Buffalo, New York – February 12, 2023 – Fourteen years ago, on a Thursday evening, our loved ones boarded Continental Flight 3407 at Newark Liberty International Airport.  They boarded that plane not just with their luggage and belongings, but with so much more… memories, hopes, plans, dreams… further contributions to this world just waiting to be made.
Today serves as yet another painful reminder that Flight 3407 never made it.  And our world… and THE world… have never been the same because of it.  

As difficult as it may be, there are still many reasons to smile today.  Our loved ones’ legacies live on in scholarships and memorial events and so many other ways.  Their vibrance and passion and love for their families and friends will always be fondly remembered and cherished.  And as a testament to all of this, today marks the passage of yet another year, 5,113 days to be exact, without a fatal crash on a U.S. commercial passenger carrier.  The safest period in our nation’s aviation history by well over a decade.  

While we know all too painfully that this world does not stop for anything, we would be remiss if we did not reflect on and revisit the lessons of Flight 3407.  

When our loved ones walked on that plane, they unconditionally placed their full faith and trust in every pilot, flight attendant, mechanic, ground crewman, air traffic controller, airline official, government employee, and so many others who played a role in ensuring that this flight, and hundreds of others that take off and land each and every day, would safely land at Buffalo Niagara International Airport just 53 minutes later.

Unfortunately that full faith and trust was blatantly betrayed.  A slippery slope and over a decade’s worth of bread crumbs tracing all the way back to the aftermath of 9/11 came to roost that evening.  Economic pressures leading to shortcuts and corner cutting.  Slipshod hiring practices.  Training programs that barely met the minimum federal requirements.  A lack of investment and participation in top-of-the-line safety management programs.  Poor working conditions that forced pilots and flight attendants to make lifestyle decisions that negatively impacted safety.  Pressure on safety inspectors to look the other way.  And rushing inexperienced pilots into the regional airline labor pool with a minimum of flight hours, in our case, just over 600.
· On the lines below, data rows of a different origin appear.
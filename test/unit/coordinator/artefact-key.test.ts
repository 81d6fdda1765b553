import { describe, expect, it } from 'vitest';
import { artefactKey, canonicalJson, digest } from '../../../services/coordinator/artefact-key.ts';

describe('artefact names', () => {
  it('do not depend on the order of keys, but on every value', () => {
    const name = artefactKey('flux', { a: 1, b: { c: [1, 2], d: 'x' } });
    expect(artefactKey('flux', { b: { d: 'x', c: [1, 2] }, a: 1 })).toBe(name);
    expect(artefactKey('flux', { a: 1, b: { c: [2, 1], d: 'x' } })).not.toBe(name);
    expect(artefactKey('day', { a: 1, b: { c: [1, 2], d: 'x' } })).not.toBe(name);
  });

  it('are store keys, spread over folders by their first two digits', () => {
    expect(artefactKey('prepare', 1, '.summary')).toMatch(
      /^artefacts\/prepare\/([0-9a-f]{2})\/\1[0-9a-f]{38}\.summary$/,
    );
  });

  it('tell -0 from nothing else and keep undefined out', () => {
    expect(canonicalJson({ b: undefined, a: -0 })).toBe('{"a":0}');
    expect(digest({ a: undefined })).toBe(digest({}));
  });
});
So here we are, over a decade later, in the aftermath of an unprecendented pandemic.  Corporate profits, and probably even more importantly CEO bonuses, are being threatened.  What better time than now to invest millions in lobbying efforts in an attempt to convince decision-makers that the sky is falling unless swift action is taken.  That this ‘solution in search of a problem’ is the right way to go for the traveling public and must be adopted post haste, or else.

Unfortunately for us, that rings so hollow.  Our sky already has fallen.  In memory of our loved ones, we resolve to continue this fight.  To not fade quietly into the background.  To keep marching back to Washington to make our voices heard.  To make THEIR voices heard.

Yes, the voices of the victims of Continental Flight 3407.  A group of talented, loving, and giving people.  Forever in our hearts.